Aim of the task: Scan the data below for the string "idrain". Copy every line where it appears.

Records shown:
import { describe, expect, it } from "vitest";
import fc from "fast-check";
import { parseAny, parseQuantity, formatQuantity } from "../lib/units/index.js";
import { InputError } from "../lib/errors.js";
import { dimensions, type Dimension } from "../lib/quantity.js";

/** The thrown error, so its fields can be checked; fails the test when nothing is thrown. */
function thrown(f: () => unknown): InputError {
  try {
    f();
  } catch (e) {
    expect(e).toBeInstanceOf(InputError);
    return e as InputError;
  }
  throw new Error("expected an InputError, nothing was thrown");
}

// SI prefixes and the coherent SI units are from the SI Brochure (BIPM, 9th ed., 2019);
// the expected values are the doubles nearest the decimal values, so toBe is exact.
describe("parseQuantity: accepted spellings, exact SI values", () => {
  const accepted: Array<[string, Dimension, number]> = [
    ["4.7 kΩ", "resistance", 4700],
    ["4.7 k\u2126", "resistance", 4700], // OHM SIGN U+2126
    ["4.7 kohm", "resistance", 4700],
    ["4.7kΩ", "resistance", 4700],
    ["4.7 kOhm", "resistance", 4700],
    ["4.7 kohms", "resistance", 4700],
    ["1 MΩ", "resistance", 1e6],
    ["220 mΩ", "resistance", 0.22],
    ["20 \u00b5A", "current", 2e-5], // MICRO SIGN
    ["20 \u03bcA", "current", 2e-5], // GREEK SMALL LETTER MU
    ["20uA", "current", 2e-5],
    ["-1.5 mA", "current", -1.5e-3],
    ["200 uA/V^2", "transconductanceParameter", 2e-4],
    ["200 µA/V²", "transconductanceParameter", 2e-4],
    ["0.02 /V", "inverseVoltage", 0.02],
    ["0.02 1/V", "inverseVoltage", 0.02],
    ["0.02 V^-1", "inverseVoltage", 0.02],
    ["0.02 V⁻¹", "inverseVoltage", 0.02],
    ["0.4 V^0.5", "sqrtVoltage", 0.4],
    ["0.4 sqrt(V)", "sqrtVoltage", 0.4],
    ["0.4 √V", "sqrtVoltage", 0.4],
    ["0.4 V^(1/2)", "sqrtVoltage", 0.4],
    ["300 K", "temperature", 300],
    ["1 um", "length", 1e-6],
    ["180 nm", "length", 1.8e-7],
    ["-2 mV/K", "voltagePerKelvin", -2e-3],
    ["2 mS", "conductance", 2e-3],
    ["5 mA/V", "conductance", 5e-3],
    ["400 cm^2/(V s)", "mobility", 0.04],
    ["400 cm²/(V·s)", "mobility", 0.04],
    ["8.6 fF/um^2", "capacitancePerArea", 8.6e-3],
    ["15 S/A", "inverseVoltageEfficiency", 15],
    ["15 /V", "inverseVoltageEfficiency", 15],
    ["100 nF", "capacitance", 1e-7],
    ["250 mW", "power", 0.25],
    ["10 ns", "time", 1e-8],
    ["1.23×10⁻⁷ V⁻¹", "inverseVoltage", 1.23e-7],
    ["1.5 x 10^3 ohm", "resistance", 1500],
    ["0.5", "dimensionless", 0.5],
    ["  3.3 V  ", "voltage", 3.3],
    ["3.3V", "voltage", 3.3],
    ["1.2e-3 V", "voltage", 1.2e-3],
  ];
  for (const [text, dim, si] of accepted) it(`${JSON.stringify(text)} → ${si} (${dimensions[dim].unit || "no unit"})`, () => expect(parseQuantity(text, dim, "test")).toBe(si));

  it("reads °C with the exact 273.15 K offset (SI Brochure, 9th ed., 2.3.1)", () => {
    expect(parseQuantity("27 degC", "temperature")).toBe(27 + 273.15);
    expect(parseQuantity("27 °C", "temperature")).toBe(27 + 273.15);
    expect(parseQuantity("27 \u2103", "temperature")).toBe(27 + 273.15);
    expect(parseQuantity("-40 degC", "temperature")).toBeCloseTo(233.15, 12);
    // −40 °F = −40 °C (from the definitions of both scales).
    expect(parseQuantity("-40 degF", "temperature")).toBeCloseTo(233.15, 10);
  });

  it("takes a temperature coefficient per °C as per kelvin (a difference, no offset)", () => {
    expect(parseQuantity("-2 mV/degC", "voltagePerKelvin")).toBeCloseTo(-2e-3, 15);
  });

  it("takes a number as already in SI", () => {
    expect(parseQuantity(0.25, "dimensionless")).toBe(0.25);
    expect(parseQuantity(1e-6, "current")).toBe(1e-6);
  });
});

describe("ratios written with %, ‰ or ppm (common practice)", () => {
  it("read as plain ratios, in dimensionless inputs only", () => {
    expect(parseQuantity("20 %", "dimensionless")).toBe(0.2);
    expect(parseQuantity("5%", "dimensionless")).toBe(0.05);
    expect(parseQuantity("2 ‰", "dimensionless")).toBe(0.002);
    expect(parseQuantity("50 ppm", "dimensionless")).toBe(5e-5);
    expect(parseAny("20 %")).toEqual({ value: 0.2, dim: "dimensionless" });
    expect(parseQuantity("20 %", "fraction")).toBe(0.2);
    expect(parseQuantity("0.2", "fraction")).toBe(0.2);
    expect(() => parseQuantity("20 %", "voltage", "VT0_SPREAD")).toThrow(/VT0_SPREAD: got "20 %", expected a voltage in V/);
  });
});

describe("SPICE scale factors (ngspice manual, 'scale factors'; values checked against ngspice in units-spice-number.test.ts)", () => {
  const accepted: Array<[string, Dimension, number]> = [
    ["4.7k", "resistance", 4700],
    ["4.7K", "resistance", 4700],
    ["1meg", "resistance", 1e6],
    ["1MEG", "resistance", 1e6],
    ["1Meg", "resistance", 1e6],
    ["1M", "resistance", 1e-3], // SPICE: M is milli, whatever the case
    ["1m", "voltage", 1e-3],
    ["10u", "current", 1e-5],
    ["2.2n", "capacitance", 2.2e-9],
    ["5p", "capacitance", 5e-12],
    ["3f", "capacitance", 3e-15],
    ["2G", "resistance", 2e9],
    ["1T", "resistance", 1e12],
    ["1mil", "length", 25.4e-6],
    // With a unit after the factor, as in a deck ("1megohm"), or a SPICE factor mathjs does not know ("10UA").
    ["1megohm", "resistance", 1e6],
    ["1MEGOHM", "resistance", 1e6],
    ["10UA", "current", 1e-5],
    ["4.7Kohm", "resistance", 4700],
  ];
  for (const [text, dim, si] of accepted) it(`${JSON.stringify(text)} → ${si}`, () => expect(parseQuantity(text, dim, "test")).toBe(si));

  it("reads SI prefixes, case-sensitive, once a unit is written: 1 MΩ is mega, 1 mA milli", () => {
    expect(parseQuantity("1Mohm", "resistance")).toBe(1e6);
    expect(parseQuantity("1mA", "current")).toBe(1e-3);
    expect(parseQuantity("1 m", "length")).toBe(1); // a metre, with a space and a unit
    // A deliberate difference from SPICE: ngspice reads "1MA" as 1e-3 (see units-spice-number.test.ts),
    // but once a unit is written the text is SI notation, where M is mega.
    expect(parseQuantity("1MA", "current")).toBe(1e6);
    expect(parseQuantity("1MΩ", "resistance")).toBe(1e6);
  });
});

describe("IEC 60062 value codes through parseQuantity", () => {
  it("reads the letter as the decimal point and the multiplier", () => {
    expect(parseQuantity("4k7", "resistance")).toBe(4700);
    expect(parseQuantity("2R2", "resistance")).toBe(2.2);
    expect(parseQuantity("1M5", "resistance")).toBe(1.5e6);
    expect(parseQuantity("R47", "resistance")).toBe(0.47);
    expect(parseQuantity("4n7", "capacitance")).toBe(4.7e-9);
  });
  it("rejects a resistance code where a capacitance is expected, and the reverse", () => {
    const e = thrown(() => parseQuantity("4k7", "capacitance", "C1"));
    expect(e.code).toBe("wrong-dimension");
    expect(e.message).toContain("C1");
    expect(e.message).toContain('"4k7"');
    expect(e.message).toContain("capacitance in F");
    expect(thrown(() => parseQuantity("4n7", "resistance")).code).toBe("wrong-dimension");
  });
});

describe("parseAny finds the dimension from the unit", () => {
  it.each([
    ["3.3 V", "voltage", 3.3],
    ["20 uA", "current", 2e-5],
    ["4.7 kΩ", "resistance", 4700],
    ["200 uA/V^2", "transconductanceParameter", 2e-4],
    ["0.02 /V", "inverseVoltage", 0.02],
    ["15 S/A", "inverseVoltageEfficiency", 15],
    ["0.4 sqrt(V)", "sqrtVoltage", 0.4],
    ["27 degC", "temperature", 300.15],
    ["1 um", "length", 1e-6],
    ["4k7", "resistance", 4700],
    ["4n7", "capacitance", 4.7e-9],
    ["0.5", "dimensionless", 0.5],
    ["4.7k", "dimensionless", 4700],
  ] as const)("%s → %s %d", (text, dim, value) => {
    const q = parseAny(text, "test");
    expect(q.dim).toBe(dim);
    expect(q.value).toBeCloseTo(value, 12);
  });
  it("names a unit of no known dimension", () => {
    const e = thrown(() => parseAny("3 J", "E1"));
    expect(e.code).toBe("wrong-dimension");
    expect(e.message).toMatch(/E1: .*"3 J".*kg m\^2/);
  });
});

describe("errors: typed, naming the text, the dimensions and the origin; never NaN", () => {
  it("wrong dimension names the text, what was found, what was expected with its SI unit, and where", () => {
    const e = thrown(() => parseQuantity("3 V", "current", "bias.idrain"));
    expect(e.code).toBe("wrong-dimension");
    expect(e.origin).toBe("bias.idrain");
    expect(e.value).toBe("3 V");
    expect(e.message).toBe('bias.idrain: got "3 V", expected a current in A, but it is a voltage (V)');
  });
  it("wrong dimension for a unit of no pinchoff dimension, with a hint for C as coulomb", () => {
    const e = thrown(() => parseQuantity("27 C", "temperature", "ambient"));
    expect(e.code).toBe("wrong-dimension");
    expect(e.message).toContain("coulomb");
  });
  it.each(["abc", "4.7 furlongs", "4.7 kohm + 3", "2 3 V", "2i V", "V", "4.7 k", "1.2.3 V", "4k7 ohm", "3 V)", "x10^3 V", "10x"])("%j is unparseable", (text) => {
    const e = thrown(() => parseQuantity(text, "voltage", "field"));
    expect(e.code).toBe("unparseable");
    expect(e.message).toContain("field");
    expect(e.message).toContain(JSON.stringify(text));
  });
  it("a space before a lone SPICE factor gets a hint", () => {
    expect(thrown(() => parseQuantity("4.7 k", "resistance")).message).toContain('"4.7k"');
  });
  it.each(["", "   "])("empty text %j is an InputError", (text) => {
    expect(thrown(() => parseQuantity(text, "voltage", "vdd")).code).toBe("unparseable");
  });
  it.each(["NaN", "Infinity", "-inf", "1e999 ohm", "1e999", "1e400 kohm"])("non-finite text %j is an InputError", (text) => {
    const e = thrown(() => parseQuantity(text, "resistance", "R2"));
    expect(e.code).toBe("invalid-value");
    expect(e.message).toContain("finite");
  });
  it("an IEC code too long to be finite is an InputError", () => {
    expect(thrown(() => parseQuantity(`1${"0".repeat(400)}R0`, "resistance", "R3")).code).toBe("invalid-value");
  });
  it.each([Number.NaN, Number.POSITIVE_INFINITY, Number.NEGATIVE_INFINITY])("non-finite number %d is an InputError", (v) => {
    expect(thrown(() => parseQuantity(v, "dimensionless", "gain")).code).toBe("invalid-value");
    expect(thrown(() => parseAny(v, "gain")).code).toBe("invalid-value");
  });
  it("rejects values that are neither text nor number, and unknown dimensions", () => {
    expect(thrown(() => parseQuantity(null as unknown as string, "voltage", "vdd")).message).toContain("vdd");
    expect(thrown(() => parseQuantity("3 V", "volts" as Dimension, "vdd")).message).toContain("voltage");
  });
});

describe("properties (fast-check)", () => {
  const prefixes: Array<[string, number]> = [
    ["f", -15],
    ["p", -12],
    ["n", -9],
    ["u", -6],
    ["µ", -6],
    ["m", -3],
    ["", 0],
    ["k", 3],
    ["M", 6],
    ["G", 9],
  ];
  it("mantissa with any SI prefix gives the double nearest mantissa·10^exp (SI Brochure prefixes)", () => {
    fc.assert(
      fc.property(fc.integer({ min: -99999, max: 99999 }), fc.integer({ min: 0, max: 4 }), fc.constantFrom(...prefixes), fc.constantFrom("A", "V", "ohm", "F", "S"), (digits, decimals, [p, k], unit) => {
        const mant = (digits / 10 ** decimals).toFixed(decimals);
        const dim: Dimension = ({ A: "current", V: "voltage", ohm: "resistance", F: "capacitance", S: "conductance" } as const)[unit as "A"];
        expect(parseQuantity(`${mant} ${p}${unit}`, dim)).toBe(Number(`${mant}e${k}`));
      }),
      { numRuns: 300 },
    );
  });
  it("never returns a non-finite number for any text: it returns a finite value or throws an InputError", () => {
    fc.assert(
      fc.property(fc.string({ maxLength: 12 }), fc.constantFrom(...(Object.keys(dimensions) as Dimension[])), (text, dim) => {
        let v: number | undefined;
        try {
          v = parseQuantity(text, dim, "fuzz");
        } catch (e) {
          expect(e).toBeInstanceOf(InputError);
          return;
        }
        expect(Number.isFinite(v)).toBe(true);
      }),
      { numRuns: 400 },
    );
  });
  it("reads back what format.ts prints, to the printed digits", () => {
    const dims = Object.keys(dimensions) as Dimension[];
    fc.assert(
      fc.property(fc.double({ min: 1e-13, max: 1e13, noNaN: true }), fc.constantFrom(...dims), fc.boolean(), (v, dim, negative) => {
        const value = negative ? -v : v;
        const text = formatQuantity(value, dim, { digits: 6 });
        const back = parseQuantity(text, dim, "round trip");
        expect(Math.abs(back - value)).toBeLessThanOrEqual(Math.abs(value) * 5e-6);
      }),
      { numRuns: 400 },
    );
  });
});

Your response:
    const e = thrown(() => parseQuantity("3 V", "current", "bias.idrain"));
    expect(e.origin).toBe("bias.idrain");
    expect(e.message).toBe('bias.idrain: got "3 V", expected a current in A, but it is a voltage (V)');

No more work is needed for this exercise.